EXPLAIN SELECT * FROM employees LIMIT 25 OFFSET 200024;
tree | field | description
------------+---------------------+------------------------------
| distribution | full
| vectorized | true
limit | |
│ | offset | 200024
└── scan | |
| estimated row count | 200049
| table | employees@idx_17110_primary
| spans | LIMITED SCAN
| limit | 200049
(9 rows)
The culprit is this: because we used LIMIT
/OFFSET
, we are performing a limited scan of the entire table (see spans
= LIMITED SCAN
above) from the first record all the way up to the value of the offset. In other words, we are iterating over a big array of rows from 1 to n, where n is 200049. The estimated row count
row shows this.
Meanwhile, the keyset pagination queries are looking at a much smaller range of table spans, which is much faster (see spans
= 300026-
+ 25 below). Because there is an index on every column in the WHERE
clause, these queries are doing an index lookup to jump to the start of the page of results, and then getting an additional 25 rows from there. This is much faster.

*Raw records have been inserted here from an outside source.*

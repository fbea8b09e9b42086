/**
 * The starting points of "New system". The greenhouse and tabletop templates are the example
 * scenario files in `scenarios/` (each run by the scenario tests); timer-bed and blank are ours here.
 */
import { readFileSync } from 'node:fs';
import type { SystemTemplate } from '../../shared/contracts/systems';
import type { ScenarioFile } from '../../shared/scenario/index';
import { BLANK_TEMPLATE } from './templates/blank-template';
import { TIMER_BED_TEMPLATE } from './templates/timer-bed-template';

/** Example files used as templates, relative to `scenarios/`. */
export const TEMPLATE_FILES = {
  greenhouse: 'greenhouse-three-beds.json',
  tabletop: 'tabletop-classroom.json',
} as const;

/** Reads one of the example scenario files (a fresh copy each time). */
export function readExampleScenario(fileName: string): Record<string, unknown> {
  const text = readFileSync(new URL(`../../scenarios/${fileName}`, import.meta.url), 'utf8');
  const parsed: unknown = JSON.parse(text);
  if (typeof parsed !== 'object' || parsed === null || Array.isArray(parsed)) {
    throw new Error(`scenarios/${fileName} is not a JSON object.`);
  }
  return parsed as Record<string, unknown>;
}

/** A deep copy of the template's scenario document. */
export function templateScenario(template: SystemTemplate): Record<string, unknown> {
  switch (template) {
    case 'greenhouse':
    case 'tabletop':
      return readExampleScenario(TEMPLATE_FILES[template]);
    case 'timer-bed':
      return structuredClone(TIMER_BED_TEMPLATE) as ScenarioFile & Record<string, unknown>;
    case 'blank':
      return structuredClone(BLANK_TEMPLATE) as ScenarioFile & Record<string, unknown>;
  }
}
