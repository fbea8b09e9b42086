import { z } from 'zod';
import type { Dimension } from './dimension';
import { parseQuantity } from './parse-quantity';

/** Lower bound a dimensional field must respect once in SI. */
export type QuantityBound = 'any' | 'nonnegative' | 'positive';

/**
 * A zod schema for one dimensional field: accepts a number (SI) or a string with a unit, outputs
 * the SI number. zod attaches the field's path to any issue, so a wrong dimension names the field.
 */
export function quantitySchema(dimension: Dimension, bound: QuantityBound = 'positive') {
  const parsed = z.union([z.number(), z.string()]).transform((value, ctx) => {
    const result = parseQuantity(value, dimension, '');
    if (result.success) return result.value;
    ctx.addIssue({ code: 'custom', message: result.issue.message });
    return z.NEVER;
  });
  if (bound === 'positive')
    return parsed.pipe(z.number().positive({ error: 'Must be greater than zero.' }));
  if (bound === 'nonnegative')
    return parsed.pipe(z.number().nonnegative({ error: 'Must not be negative.' }));
  return parsed.pipe(z.number());
}
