import type { z } from 'zod';
import { formatIssuePath, type ScenarioIssue } from './scenario-issue';

/**
 * Zod's issues as path-and-message pairs, each path under `prefix` (e.g. `['scenario']` when the
 * checked value is nested in a request body). An unknown-keys issue names the object holding the
 * keys; it becomes one issue per key, at the key's own path (`beds[0].colour`), so a form or a
 * client can point at the very field to remove.
 */
export function issuesFromZod(
  issues: readonly z.core.$ZodIssue[],
  prefix: readonly PropertyKey[] = [],
): ScenarioIssue[] {
  return issues.flatMap((issue) =>
    issue.code === 'unrecognized_keys'
      ? issue.keys.map((key) => ({
          path: formatIssuePath([...prefix, ...issue.path, key]),
          message: `"${key}" is not a field here; remove it or check its spelling.`,
        }))
      : [{ path: formatIssuePath([...prefix, ...issue.path]), message: issue.message }],
  );
}
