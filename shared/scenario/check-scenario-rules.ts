import { checkDrainRules } from './check-drain-rules';
import { checkPumpRules } from './check-pump-rules';
import { checkReferenceRules } from './check-reference-rules';
import type { RuleIssue } from './rule-issue';
import type { ScenarioFields } from './scenario-input-schema';

type VesselFields = ScenarioFields['vessels'][number];
type ShapeFields = VesselFields['shape'];

/** Highest water temperature accepted, °C: the water-property fits hold to 100 °C, fish far less. */
const MAX_WATER_TEMPERATURE_C = 50;

/**
 * Every cross-field rule of a scenario: references, vessel geometry, drains, pumps, leaks,
 * controls and run settings. Each broken rule is its own issue with the path of the field to fix.
 */
export function checkScenarioRules(fields: ScenarioFields): RuleIssue[] {
  const issues: RuleIssue[] = [...checkReferenceRules(fields)];
  fields.vessels.forEach((vessel, index) => {
    issues.push(...checkVesselRules(vessel, index));
    if (vessel.kind === 'bed') issues.push(...checkDrainRules(vessel, index));
  });
  issues.push(...checkPumpRules(fields), ...checkLevelRules(fields), ...checkSettingRules(fields));
  return issues;
}

function checkVesselRules(vessel: VesselFields, index: number): RuleIssue[] {
  const issues: RuleIssue[] = [];
  const at = (...path: (string | number)[]) => ['vessels', index, ...path];
  if (vessel.initialLevel > vessel.height) {
    issues.push({
      path: at('initialLevel'),
      message: `The initial level must be within the vessel (at most its height, ${vessel.height} m).`,
    });
  }
  if (vessel.minLevel !== undefined && vessel.minLevel >= vessel.height) {
    issues.push({
      path: at('minLevel'),
      message: `The minimum level must be below the vessel's height (${vessel.height} m).`,
    });
  }
  if (vessel.overflow !== undefined) {
    const { elevation } = vessel.overflow;
    if (elevation <= vessel.floorElevation || elevation > vessel.floorElevation + vessel.height) {
      issues.push({
        path: at('overflow', 'elevation'),
        message:
          'The overflow must sit above the vessel floor and no higher than its rim (elevations are above the datum).',
      });
    }
  }
  issues.push(...checkShapeRules(vessel.shape, at));
  if (
    vessel.kind === 'bed' &&
    vessel.media?.depth !== undefined &&
    vessel.media.depth > vessel.height
  ) {
    issues.push({
      path: at('media', 'depth'),
      message: `The media depth must not exceed the bed's height (${vessel.height} m).`,
    });
  }
  return issues;
}

function checkShapeRules(
  shape: ShapeFields,
  at: (...path: (string | number)[]) => (string | number)[],
): RuleIssue[] {
  if (shape.type !== 'table') return [];
  const issues: RuleIssue[] = [];
  if (shape.points[0]?.level !== 0) {
    issues.push({
      path: at('shape', 'points', 0, 'level'),
      message: 'A level-to-area table starts at level 0 (the floor).',
    });
  }
  shape.points.forEach((point, index) => {
    const previous = shape.points[index - 1];
    if (previous !== undefined && point.level <= previous.level) {
      issues.push({
        path: at('shape', 'points', index, 'level'),
        message: 'Table levels must increase from one point to the next.',
      });
    }
  });
  return issues;
}

function findVessel(fields: ScenarioFields, id: string): VesselFields | undefined {
  return fields.vessels.find((vessel) => vessel.id === id);
}

function checkLevelRules(fields: ScenarioFields): RuleIssue[] {
  const issues: RuleIssue[] = [];
  fields.leaks.forEach((leak, index) => {
    const vessel = findVessel(fields, leak.from);
    if (vessel === undefined) return;
    if (
      leak.elevation < vessel.floorElevation ||
      leak.elevation > vessel.floorElevation + vessel.height
    ) {
      issues.push({
        path: ['leaks', index, 'elevation'],
        message: `The leak must be on the wall of "${vessel.id}", between its floor and rim (elevations are above the datum).`,
      });
    }
  });
  fields.controls.forEach((control, index) => {
    const vessel = findVessel(fields, control.vessel);
    if (control.restartAbove <= control.stopBelow) {
      issues.push({
        path: ['controls', index, 'restartAbove'],
        message: 'The restart level must be above the stop level, so the switch cannot chatter.',
      });
    }
    if (vessel !== undefined && control.restartAbove >= vessel.height) {
      issues.push({
        path: ['controls', index, 'restartAbove'],
        message: `The restart level must be below the height of "${vessel.id}".`,
      });
    }
  });
  return issues;
}

function checkSettingRules(fields: ScenarioFields): RuleIssue[] {
  const issues: RuleIssue[] = [];
  const temperature = fields.water?.temperature;
  if (temperature !== undefined && (temperature <= 0 || temperature > MAX_WATER_TEMPERATURE_C)) {
    issues.push({
      path: ['water', 'temperature'],
      message: `The water temperature must be between 0 and ${MAX_WATER_TEMPERATURE_C} degC.`,
    });
  }
  const run = fields.run;
  if (
    run?.duration !== undefined &&
    run.outputInterval !== undefined &&
    run.outputInterval > run.duration
  ) {
    issues.push({
      path: ['run', 'outputInterval'],
      message: 'The output interval must not be longer than the run.',
    });
  }
  return issues;
}
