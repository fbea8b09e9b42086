/**
 * One problem found in a scenario. `path` names the field the way a person writes it, e.g.
 * `vessels[1].drain.standpipe.height`; an empty path means the whole document.
 */
export interface ScenarioIssue {
  path: string;
  message: string;
}

/** Formats a zod-style path (`['vessels', 1, 'drain']`) as `vessels[1].drain`. */
export function formatIssuePath(path: ReadonlyArray<PropertyKey>): string {
  let text = '';
  for (const key of path) {
    if (typeof key === 'number') text += `[${key}]`;
    else text += text === '' ? String(key) : `.${String(key)}`;
  }
  return text;
}
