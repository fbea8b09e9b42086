import { z } from 'zod';
import {
  ControlInputSchema,
  FaultInputSchema,
  LeakInputSchema,
  LossCoefficientsInputSchema,
  RunInputSchema,
  ScheduleEntryInputSchema,
} from './event-input-schemas';
import { PumpInputSchema } from './pump-input-schema';
import { quantitySchema } from './quantity-schema';
import { checkScenarioRules } from './check-scenario-rules';
import { VesselInputSchema } from './vessel-input-schema';

/** The scenario file's fields with units read into SI, before cross-field rules and defaults. */
export const ScenarioFieldsSchema = z.strictObject({
  format: z.literal('scenario/1', { error: 'The format must be "scenario/1".' }),
  name: z.string().min(1, { error: 'Give the scenario a name.' }),
  description: z.string().optional(),
  water: z
    .strictObject({ temperature: quantitySchema('temperature', 'any').optional() })
    .optional(),
  vessels: z.array(VesselInputSchema).min(1, { error: 'A scenario needs at least one vessel.' }),
  pumps: z.array(PumpInputSchema).default([]),
  leaks: z.array(LeakInputSchema).default([]),
  schedule: z.array(ScheduleEntryInputSchema).default([]),
  controls: z.array(ControlInputSchema).default([]),
  faults: z.array(FaultInputSchema).default([]),
  lossCoefficients: LossCoefficientsInputSchema.optional(),
  run: RunInputSchema.optional(),
});

/** A scenario with units read into SI and optional fields still optional (before defaults). */
export type ScenarioFields = z.output<typeof ScenarioFieldsSchema>;

/** What a scenario file may contain (numbers or strings with units), as people write it. */
export type ScenarioFile = z.input<typeof ScenarioFieldsSchema>;

/**
 * The scenario file format: every field, units read by mathjs, and the cross-field rules (ids
 * unique, references exist, geometry possible), each broken rule an issue at its field's path.
 */
export const ScenarioInputSchema = ScenarioFieldsSchema.superRefine((fields, ctx) => {
  for (const issue of checkScenarioRules(fields)) {
    ctx.addIssue({ code: 'custom', path: issue.path, message: issue.message });
  }
});
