import { describe, expect, it } from 'vitest';
import { formatQuantity } from './format-quantity';
import { DisplayUnitError, fromDisplay } from './from-display';
import { toDisplay } from './to-display';

describe('display units', () => {
  it('shows diameters in millimetres or inches', () => {
    expect(toDisplay(0.0254, 'diameter', 'us')).toEqual({ value: 1, unit: 'in', label: 'in' });
    expect(toDisplay(0.0266, 'diameter', 'metric').value).toBeCloseTo(26.6, 12);
  });

  it('shows flows in L/min or US gal/min', () => {
    expect(toDisplay(6.30901964e-5, 'flow', 'us').value).toBeCloseTo(1, 12);
    expect(toDisplay(1e-3 / 60, 'flow', 'metric').value).toBeCloseTo(1, 12);
  });

  it('shows temperatures in °C or °F from a value kept in °C', () => {
    expect(toDisplay(20, 'temperature', 'us').value).toBeCloseTo(68, 12);
    expect(toDisplay(20, 'temperature', 'metric')).toEqual({
      value: 20,
      unit: 'degC',
      label: '°C',
    });
  });

  it('converts a displayed value back to SI, round-tripping every dimension', () => {
    expect(fromDisplay(1, 'in', 'diameter')).toBe(0.0254);
    expect(fromDisplay(68, 'degF', 'temperature')).toBeCloseTo(20, 12);
    const dims = [
      'length',
      'diameter',
      'area',
      'volume',
      'time',
      'flow',
      'power',
      'temperature',
    ] as const;
    for (const dimension of dims) {
      for (const system of ['metric', 'us'] as const) {
        const shown = toDisplay(0.37, dimension, system);
        expect(fromDisplay(shown.value, shown.unit, dimension)).toBeCloseTo(0.37, 12);
      }
    }
  });

  it('refuses a display unit of another dimension', () => {
    expect(() => fromDisplay(3, 'L/min', 'length')).toThrow(DisplayUnitError);
  });

  it('formats with a sensible number of digits and the unit label', () => {
    expect(formatQuantity(0.0254, 'diameter', 'us')).toBe('1.00 in');
    expect(formatQuantity(0.5, 'volume', 'metric')).toBe('500 L');
    expect(formatQuantity(0.25, 'length', 'metric')).toBe('0.25 m');
    expect(formatQuantity(2.5e-4, 'flow', 'metric')).toBe('15.0 L/min');
    expect(formatQuantity(0.7, 'dimensionless', 'us')).toBe('0.7');
  });
});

EXPLAIN SELECT * FROM employees WHERE emp_no > 300025 ORDER BY emp_no LIMIT 25;
tree | field | description
-------+---------------------+------------------------------
| distribution | local
| vectorized | false
scan | |
| estimated row count | 25
| table | employees@idx_17110_primary
| spans | [/300026 - ]
| limit | 25
(7 rows)
As shown by the estimated row count
row, this query scans only 25 rows, far fewer than the 200049 scanned by the LIMIT
/OFFSET
query.
Using a sequential (i.e., non-UUID) primary key creates hot spots in the database for write-heavy workloads, since concurrent INSERT
s to the table will attempt to write to the same (or nearby) underlying ranges. This can be mitigated by designing your schema with multi-column primary keys which include a monotonically increasing column.